Saved entries:
import { describe, expect, it } from 'vitest';
import { effectiveHamiltonian, quasienergiesFromPhases } from '../../../src/numerics/evolution/effective-hamiltonian.ts';
import { HermitianEigen } from '../../../src/numerics/linalg/hermitian-eigen.ts';
import { expMinusIHt } from '../../../src/numerics/linalg/exponential.ts';
import { distance, hermiticityDefect } from '../../../src/numerics/linalg/complex-matrix.ts';
import { hermitianWithValues, randomHermitian, randomUnitary, seededRandom, unitaryWithPhases } from '../../support/random.ts';
import { expectBelow, expectWithin } from '../linalg/comparisons.ts';

describe('effectiveHamiltonian', () => {
  it('reproduces U = exp(−iH_eff T) with every eigenvalue in (ε − 2π/T, ε]', () => {
    const random = seededRandom(71);
    for (const [n, T] of [[2, 1], [3, 2.5], [8, 0.7], [20, 4]] as const) {
      const u = randomUnitary(random, n);
      for (const cut of [0, Math.PI / T, -0.3 / T, 2.2 / T]) {
        const h = effectiveHamiltonian(u, T, cut);
        expectBelow(`n=${n} cut=${cut} ‖H − H†‖`, hermiticityDefect(h), 1e-14 * n);
        expectBelow(`n=${n} cut=${cut} ‖exp(−iHT) − U‖_F`, distance(expMinusIHt(h, T), u), 1e-12 * n);
        const values = new HermitianEigen(h, { vectors: false }).values;
        expect(values[0]).toBeGreaterThan(cut - (2 * Math.PI) / T - 1e-12 * n);
        expect(values[n - 1]).toBeLessThanOrEqual(cut + 1e-12 * n);
      }
    }
  });

  it('returns H itself when the spectrum of H already lies in the window', () => {
    // Eigenvalues in (−π/T, π/T] with T = 1.5 and cut π/T: log recovers H exactly (analytic).
    const T = 1.5;
    const h = hermitianWithValues(randomUnitary(seededRandom(72), 6), [-2, -1.1, 0, 0.4, 1.9, 2.05]);
    expectBelow('‖H_eff − H‖_F', distance(effectiveHamiltonian(expMinusIHt(h, T), T, Math.PI / T), h), 1e-12 * 6);
    // Moving the cut below 1.9 sends the two top levels down by 2π/T.
    const lowered = new HermitianEigen(effectiveHamiltonian(expMinusIHt(h, T), T, 1.0)).values;
    const expected = [-2, -1.1, 0, 0.4, 1.9 - (2 * Math.PI) / T, 2.05 - (2 * Math.PI) / T].sort((a, b) => a - b);
    expected.forEach((e, k) => expectWithin(`level ${k}`, lowered[k], e, 1e-12));
  });

  it('handles degenerate Floquet operators (identity and ±1 blocks)', () => {
    const q = randomUnitary(seededRandom(73), 4);
    const u = unitaryWithPhases(q, [Math.PI, Math.PI, 0, 0]);
    const T = 2;
    const h = effectiveHamiltonian(u, T, Math.PI / T);
    const values = new HermitianEigen(h).values;
    // Eigenphase π ⇒ ε = −π/T ≡ +π/T; with cut π/T the window is (−π/T, π/T] so ε = +π/T.
    [0, 0, Math.PI / T, Math.PI / T].forEach((e, k) => expectWithin(`level ${k}`, values[k], e, 1e-12));
  });

  it('folds quasienergies −φ/T into (−π/T, π/T]', () => {
    const T = 2;
    const eps = quasienergiesFromPhases([0, Math.PI, -Math.PI / 2, Math.PI / 2, 3], T);
    [0, Math.PI / T, Math.PI / (2 * T), -Math.PI / (2 * T), -3 / T].forEach((e, k) => expectWithin(`ε_${k}`, eps[k], e, 1e-15));
  });

  it('rejects bad periods and non-unitary input', () => {
    const u = expMinusIHt(randomHermitian(seededRandom(74), 3), 1);
    expect(() => effectiveHamiltonian(u, 0, 0)).toThrow('effectiveHamiltonian: period must be a positive number, got 0');
    expect(() => effectiveHamiltonian(randomHermitian(seededRandom(75), 3), 1, 0)).toThrow(/UnitaryEigen: matrix is not unitary/);
  });
});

• PROBLEM:
In full and verbatim, transcribe the data.

• OUTPUT FOR THIS EXERCISE:
import { describe, expect, it } from 'vitest';
import { effectiveHamiltonian, quasienergiesFromPhases } from '../../../src/numerics/evolution/effective-hamiltonian.ts';
import { HermitianEigen } from '../../../src/numerics/linalg/hermitian-eigen.ts';
import { expMinusIHt } from '../../../src/numerics/linalg/exponential.ts';
import { distance, hermiticityDefect } from '../../../src/numerics/linalg/complex-matrix.ts';
import { hermitianWithValues, randomHermitian, randomUnitary, seededRandom, unitaryWithPhases } from '../../support/random.ts';
import { expectBelow, expectWithin } from '../linalg/comparisons.ts';

describe('effectiveHamiltonian', () => {
  it('reproduces U = exp(−iH_eff T) with every eigenvalue in (ε − 2π/T, ε]', () => {
    const random = seededRandom(71);
    for (const [n, T] of [[2, 1], [3, 2.5], [8, 0.7], [20, 4]] as const) {
      const u = randomUnitary(random, n);
      for (const cut of [0, Math.PI / T, -0.3 / T, 2.2 / T]) {
        const h = effectiveHamiltonian(u, T, cut);
        expectBelow(`n=${n} cut=${cut} ‖H − H†‖`, hermiticityDefect(h), 1e-14 * n);
        expectBelow(`n=${n} cut=${cut} ‖exp(−iHT) − U‖_F`, distance(expMinusIHt(h, T), u), 1e-12 * n);
        const values = new HermitianEigen(h, { vectors: false }).values;
        expect(values[0]).toBeGreaterThan(cut - (2 * Math.PI) / T - 1e-12 * n);
        expect(values[n - 1]).toBeLessThanOrEqual(cut + 1e-12 * n);
      }
    }
  });

  it('returns H itself when the spectrum of H already lies in the window', () => {
    // Eigenvalues in (−π/T, π/T] with T = 1.5 and cut π/T: log recovers H exactly (analytic).
    const T = 1.5;
    const h = hermitianWithValues(randomUnitary(seededRandom(72), 6), [-2, -1.1, 0, 0.4, 1.9, 2.05]);
    expectBelow('‖H_eff − H‖_F', distance(effectiveHamiltonian(expMinusIHt(h, T), T, Math.PI / T), h), 1e-12 * 6);
    // Moving the cut below 1.9 sends the two top levels down by 2π/T.
    const lowered = new HermitianEigen(effectiveHamiltonian(expMinusIHt(h, T), T, 1.0)).values;
    const expected = [-2, -1.1, 0, 0.4, 1.9 - (2 * Math.PI) / T, 2.05 - (2 * Math.PI) / T].sort((a, b) => a - b);
    expected.forEach((e, k) => expectWithin(`level ${k}`, lowered[k], e, 1e-12));
  });

  it('handles degenerate Floquet operators (identity and ±1 blocks)', () => {
    const q = randomUnitary(seededRandom(73), 4);
    const u = unitaryWithPhases(q, [Math.PI, Math.PI, 0, 0]);
    const T = 2;
    const h = effectiveHamiltonian(u, T, Math.PI / T);
    const values = new HermitianEigen(h).values;
    // Eigenphase π ⇒ ε = −π/T ≡ +π/T; with cut π/T the window is (−π/T, π/T] so ε = +π/T.
    [0, 0, Math.PI / T, Math.PI / T].forEach((e, k) => expectWithin(`level ${k}`, values[k], e, 1e-12));
  });

  it('folds quasienergies −φ/T into (−π/T, π/T]', () => {
    const T = 2;
    const eps = quasienergiesFromPhases([0, Math.PI, -Math.PI / 2, Math.PI / 2, 3], T);
    [0, Math.PI / T, Math.PI / (2 * T), -Math.PI / (2 * T), -3 / T].forEach((e, k) => expectWithin(`ε_${k}`, eps[k], e, 1e-15));
  });

  it('rejects bad periods and non-unitary input', () => {
    const u = expMinusIHt(randomHermitian(seededRandom(74), 3), 1);
    expect(() => effectiveHamiltonian(u, 0, 0)).toThrow('effectiveHamiltonian: period must be a positive number, got 0');
    expect(() => effectiveHamiltonian(randomHermitian(seededRandom(75), 3), 1, 0)).toThrow(/UnitaryEigen: matrix is not unitary/);
  });
});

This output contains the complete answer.